What to produce: Which lines below contain the word "checked"? Copy each of them.

Task data:
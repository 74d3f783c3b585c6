import { dunnettQuantile, studentizedRangeQuantile, upperQuantile } from '../distributions/upper-quantile'
import { adjust } from '../procedures/adjust'
import { dunnettLoadings, pDunnettFromT } from '../procedures/dunnett'
import { pGamesHowellFromWelch } from '../procedures/games-howell'
import { pScheffeFromT } from '../procedures/scheffe'
import { pTukeyFromT } from '../procedures/tukey'
import type { Procedure } from '../vocabulary'

/** The procedures that summary statistics suffice for; 'lsd' is without correction. */
export const SUMMARY_PROCEDURES = [
  'lsd',
  'bonferroni',
  'sidak',
  'holm',
  'tukey',
  'games-howell',
  'dunnett',
  'scheffe',
] as const satisfies readonly Procedure[]
export type SummaryProcedure = (typeof SUMMARY_PROCEDURES)[number]

/** Which of them compare all pairs, and which compare with a control. */
export const isFor = (procedure: SummaryProcedure, versusControl: boolean): boolean =>
  versusControl ? procedure !== 'tukey' && procedure !== 'games-howell' : procedure !== 'dunnett'

/** `groups`: number of all groups; `m`: number of comparisons; `sizes`: the group sizes, the control's first. */
export type Setting = { groups: number; df: number; m: number; sizes: readonly number[] }

const getLoadings = ([control = 1, ...treatments]: readonly number[]) => dunnettLoadings(control, treatments)

/** The procedures that look at each comparison's statistic, and not at the raw p-values of the family. */
type StatisticProcedure = 'tukey' | 'games-howell' | 'dunnett' | 'scheffe'

const takesStatistic = (procedure: SummaryProcedure): procedure is StatisticProcedure =>
  procedure === 'tukey' || procedure === 'games-howell' || procedure === 'dunnett' || procedure === 'scheffe'

/**
 * The adjusted p-values of all comparisons: `tests` in the order of the comparisons, with statistic, df and raw
 * p-value (Welch's for 'games-howell', null where there is none, as is the answer then).
 */
export function adjustTests(
  procedure: SummaryProcedure,
  tests: readonly ({ t: number; df: number; p: number } | null)[],
  setting: Setting,
): (number | null)[] {
  if (takesStatistic(procedure)) {
    return tests.map((test) => test && getPFromT(procedure, test.t, test.df, setting))
  }
  const raw = tests.map((test) => test?.p ?? NaN)
  return procedure === 'lsd' ? raw : adjust(procedure, raw)
}

/**
 * The adjusted p-value of a comparison with the statistic `t` on `df` degrees of freedom, of a procedure that takes
 * each comparison by itself: one value suffices. For 'games-howell' t and df are Welch's.
 */
function getPFromT(procedure: StatisticProcedure, t: number, df: number, { groups, sizes }: Setting): number {
  switch (procedure) {
    case 'tukey':
      return pTukeyFromT(t, groups, df)
    case 'games-howell':
      return pGamesHowellFromWelch(t, groups, df)
    case 'dunnett':
      return pDunnettFromT(t, getLoadings(sizes), df)
    case 'scheffe':
      return pScheffeFromT(t, groups, df)
  }
}

/**
 * The number of standard errors to either side of a difference that makes simultaneous confidence intervals of
 * joint `confidence` in (0, 1); null for Holm, which has none. For 'games-howell' by the comparison's own Welch `df`.
 */
export function getCriticalT(
  procedure: SummaryProcedure,
  confidence: number,
  df: number,
  { groups, m, sizes }: Setting,
): number | null {
  const level = 1 - confidence
  switch (procedure) {
    case 'lsd':
      return upperQuantile('t', level, [df])
    case 'bonferroni':
      return upperQuantile('t', level / m, [df])
    case 'sidak':
      return upperQuantile('t', -Math.expm1(Math.log(confidence) / m), [df])
    case 'holm':
      return null
    case 'tukey':
    case 'games-howell':
      return studentizedRangeQuantile(level, groups, df) / Math.SQRT2
    case 'dunnett':
      return dunnettQuantile(level, getLoadings(sizes), df)
    case 'scheffe':
      return Math.sqrt((groups - 1) * upperQuantile('F', level, [groups - 1, df]))
  }
}
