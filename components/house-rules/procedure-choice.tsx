import type { Procedure } from '@/lib/checks/vocabulary'
import { Checkbox } from '../ui/choice'
import type { ProcedureOption } from './list-procedures'

type ProcedureChoiceProps = {
  options: readonly ProcedureOption[]
  value: readonly Procedure[]
  onChange: (value: Procedure[]) => void
  error?: string | undefined
}

const groups = [
  { controls: 'fwer', title: 'control the family-wise error rate' },
  { controls: 'fdr', title: 'control the false discovery rate' },
  { controls: 'none', title: 'control neither for every number of groups' },
] as const

/** The procedures that the house accepts, by what they control. */
export function ProcedureChoice({ options, value, onChange, error }: ProcedureChoiceProps) {
  const toggle = (procedure: Procedure, accepted: boolean) =>
    onChange(accepted ? [...value, procedure] : value.filter((other) => other !== procedure))
  return (
    <fieldset aria-describedby={error ? 'accepted-error' : undefined}>
      <legend className="mb-1 font-medium">Accepted procedures</legend>
      <div className="flex flex-col gap-3">
        {groups.map((group) => (
          <div key={group.controls} role="group" aria-label={`They ${group.title}`}>
            <p className="mb-1 text-xs text-ink-soft" aria-hidden="true">
              They {group.title}
            </p>
            <div className="grid gap-x-4 gap-y-1 sm:grid-cols-2">
              {options
                .filter((option) => option.controls === group.controls)
                .map(({ procedure, label, source }) => (
                  <Checkbox
                    key={procedure}
                    label={
                      <>
                        {label} <span className="text-xs text-ink-soft">{source}</span>
                      </>
                    }
                    checked={value.includes(procedure)}
                    onChange={(event) => toggle(procedure, event.target.checked)}
                  />
                ))}
            </div>
          </div>
        ))}
      </div>
      {error ? (
        <p id="accepted-error" className="mt-1 text-fails">
          {error}
        </p>
      ) : null}
    </fieldset>
  )
}
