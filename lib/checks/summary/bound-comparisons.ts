import { tail } from '../distributions/tail'
import type { Interval } from '../numbers/printed-interval'
import { boundWelchDf, boundWelchP, type WelchBox } from './bound-welch'
import type { Pair } from './pairs'
import { boundWithin, getSizes, type GroupBox } from './rounding-box'
import { adjustTests, type Setting, type SummaryProcedure } from './simultaneous'

/**
 * Over the rounding of the print: `difference`, `t` and `p` of the pooled test, whose ends are attained; those of
 * Welch's test (p within 1e-6 relative above or below what is attained), null where both spreads can be 0; and the
 * adjusted p-values. These are attained but for 'holm', where the raw p-values are taken as if each had its range to
 * itself, and 'games-howell', where t and df are: outer bounds (for 'games-howell' and p above 1/2 nearly so, as
 * there p need not fall with df).
 */
export type ComparisonBounds = {
  difference: Interval
  pooled: { t: Interval; p: Interval }
  welch: { t: Interval; df: Interval; p: Interval } | null
  adjusted: { procedure: SummaryProcedure; p: Interval | null }[]
}

type Bounded = Omit<ComparisonBounds, 'adjusted'>

/** The bounds of every pair, in the order of the pairs; `procedures` and `setting` as for the values themselves. */
export function boundComparisons(
  box: readonly GroupBox[],
  pairs: readonly Pair[],
  procedures: readonly SummaryProcedure[],
  setting: Setting,
): ComparisonBounds[] {
  const within = boundWithin(box)
  const byName = new Map(box.map((each) => [each.group, each]))
  const tests = pairs.flatMap(({ first, second }) => {
    const [one, two] = [byName.get(first.group), byName.get(second.group)]
    return one && two ? [boundTests(one, two, within, setting.df)] : []
  })
  const columns = procedures.map((procedure) => boundAdjusted(procedure, tests, setting))
  return tests.map((test, i) => ({
    ...test,
    adjusted: procedures.map((procedure, j) => ({ procedure, p: columns[j]?.[i] ?? null })),
  }))
}

function boundTests(one: GroupBox, two: GroupBox, within: Interval, df: number): Bounded {
  const difference = { low: two.mean.low - one.mean.high, high: two.mean.high - one.mean.low }
  const unit = 1 / one.n + 1 / two.n
  const t = divide(difference, within.low * unit, within.high * unit)
  const { least, most } = getSizes(t)
  const p = { low: tail('t', most, [df]), high: tail('t', least, [df]) }
  return { difference, pooled: { t, p }, welch: boundWelch(one, two, difference) }
}

function boundWelch(one: GroupBox, two: GroupBox, difference: Interval): Bounded['welch'] {
  const scale = ({ n, variance }: GroupBox): Interval => ({ low: variance.low / n, high: variance.high / n })
  const box: WelchBox = { n1: one.n, n2: two.n, a: scale(one), b: scale(two), difference }
  if (box.a.low + box.b.low === 0) return null
  const t = divide(difference, box.a.low + box.b.low, box.a.high + box.b.high)
  return { t, df: boundWelchDf(box, box), p: boundWelchP(box) }
}

/** What a difference over the root of a squared error can be. */
function divide({ low, high }: Interval, least: number, most: number): Interval {
  const over = (value: number, squared: number) => (value === 0 ? 0 : value / Math.sqrt(squared))
  return { low: over(low, low < 0 ? least : most), high: over(high, high > 0 ? least : most) }
}

function boundAdjusted(
  procedure: SummaryProcedure,
  tests: readonly Bounded[],
  setting: Setting,
): (Interval | null)[] {
  const at = (end: 'most' | 'least', dfEnd: 'low' | 'high') =>
    adjustTests(
      procedure,
      tests.map(({ pooled, welch }) => {
        const raw = (p: Interval) => (end === 'most' ? p.low : p.high)
        if (procedure !== 'games-howell')
          return { t: getSizes(pooled.t)[end], df: setting.df, p: raw(pooled.p) }
        return welch && { t: getSizes(welch.t)[end], df: welch.df[dfEnd], p: raw(welch.p) }
      }),
      setting,
    )
  const corners = procedure === 'games-howell' ? (['low', 'high'] as const) : (['low'] as const)
  const lows = corners.map((df) => at('most', df))
  const highs = corners.map((df) => at('least', df))
  return tests.map((_, i) => {
    const pick = (values: (number | null)[][]) => values.map((column) => column[i] ?? NaN)
    const [low, high] = [Math.min(...pick(lows)), Math.max(...pick(highs))]
    return Number.isNaN(low) ? null : { low, high }
  })
}
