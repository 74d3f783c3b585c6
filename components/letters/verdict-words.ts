import type { Verdict } from '@/lib/rules/words'

/** What each verdict says, in one sentence to the one who chooses. */
export const verdictSentences: Record<Verdict, string> = {
  sound: 'The corrections hold as they are reported; nothing has to change.',
  'sound after changes': 'The conclusions stand once the points below are put right.',
  'not supported': 'At least one conclusion does not survive the correction that is due.',
  'cannot be judged from what is given':
    'What is printed does not let the families or the calls be judged; the letter asks for what is missing.',
}
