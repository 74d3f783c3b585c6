'use client'

import { useRouter } from 'next/navigation'
import { useState } from 'react'
import type { PointRow } from '@/db/queries/points'
import { ruleWords } from '../findings/rule-words'
import { SeverityMark } from '../shell/severity-mark'
import { useAction, type Answer } from '../shell/use-action'
import { Button } from '../ui/button'
import { Field, Textarea } from '../ui/field'
import { Time } from '../ui/time'
import { toast } from '../ui/toast'

export type WriteAnswer = (input: { pointId: string; body: string }) => Promise<Answer<unknown>>

type AnswerFormProps = { point: PointRow; number: number; write: WriteAnswer | null }

/** One point of the letter and the authors' answer to it. */
export function AnswerForm({ point, number, write }: AnswerFormProps) {
  return (
    <li className="grid grid-cols-[2rem_minmax(0,1fr)]">
      <span className="tabular pt-1 text-right text-xs text-ink-soft">
        {number}
        {point.page !== null && <span className="block">p. {point.page}</span>}
      </span>
      <div className="margin-rule ml-2 pb-6 pl-4">
        <div className="flex flex-wrap items-baseline justify-between gap-x-3">
          <h3 className="font-sans text-sm font-semibold">{ruleWords(point.rule)}</h3>
          <SeverityMark severity={point.severity} className="text-xs" />
        </div>
        <p className="reading mt-1">{point.asks}</p>
        {point.quote && <q className="mt-1 block font-mono text-xs text-ink-soft">{point.quote}</q>}
        {write ? <Writing point={point} number={number} write={write} /> : <Given point={point} />}
      </div>
    </li>
  )
}

function Given({ point }: { point: PointRow }) {
  if (!point.answer) return <p className="mt-3 text-ink-soft">The authors have not answered this point.</p>
  return (
    <div className="mt-3 border-l-2 border-tide pl-3">
      <p className="text-xs text-ink-soft">
        Answered <Time at={point.answer.changedAt ?? point.answer.createdAt} />
      </p>
      <p className="max-w-prose whitespace-pre-wrap">{point.answer.body}</p>
    </div>
  )
}

function Writing({ point, number, write }: { point: PointRow; number: number; write: WriteAnswer }) {
  const router = useRouter()
  const saved = point.answer?.body ?? ''
  const [body, setBody] = useState(saved)
  const { run, pending, message, fields } = useAction(write, () => {
    toast.success(`The answer to point ${number} is saved.`)
    router.refresh()
  })
  return (
    <form
      className="mt-3 flex flex-col items-start gap-2"
      onSubmit={(event) => {
        event.preventDefault()
        if (body.trim()) run({ pointId: point.id, body: body.trim() })
      }}
    >
      <Field
        label={`Your answer to point ${number}`}
        error={fields.body ?? message ?? undefined}
        className="w-full max-w-prose"
      >
        <Textarea rows={3} value={body} onChange={(event) => setBody(event.target.value)} />
      </Field>
      <Button
        type="submit"
        size="small"
        disabled={!body.trim() || body.trim() === saved}
        busy={pending && 'Saving…'}
      >
        {saved ? 'Save the change' : 'Save the answer'}
      </Button>
    </form>
  )
}
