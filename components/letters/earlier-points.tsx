import type { PointRow } from '@/db/queries/points'
import { ruleWords } from '../findings/rule-words'
import { SeverityMark } from '../shell/severity-mark'

/** What was asked in the round before, and what the authors answered. */
export function EarlierPoints({ points, round }: { points: readonly PointRow[]; round: number }) {
  const asked = points.filter((point) => point.status === 'kept')
  if (asked.length === 0) return null
  return (
    <section aria-labelledby="earlier-title" className="mt-8">
      <h2 id="earlier-title" className="mb-2 text-lg font-semibold">
        Asked in round {round}
      </h2>
      <ol className="flex flex-col gap-4">
        {asked.map((point, index) => (
          <li key={point.id} className="margin-rule pl-4">
            <p className="flex flex-wrap items-baseline justify-between gap-x-3 text-xs text-ink-soft">
              <span>
                {index + 1}. {ruleWords(point.rule)}
              </span>
              <SeverityMark severity={point.severity} />
            </p>
            <p className="font-serif">{point.asks}</p>
            {point.answer ? (
              <div className="mt-1.5 border-l-2 border-tide pl-3">
                <p className="text-xs text-ink-soft">The authors answer</p>
                <p className="whitespace-pre-wrap">{point.answer.body}</p>
              </div>
            ) : (
              <p className="mt-1 text-ink-soft">Not answered.</p>
            )}
          </li>
        ))}
      </ol>
    </section>
  )
}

Exercise solution:
                    checked={value.includes(procedure)}
                    onChange={(event) => toggle(procedure, event.target.checked)}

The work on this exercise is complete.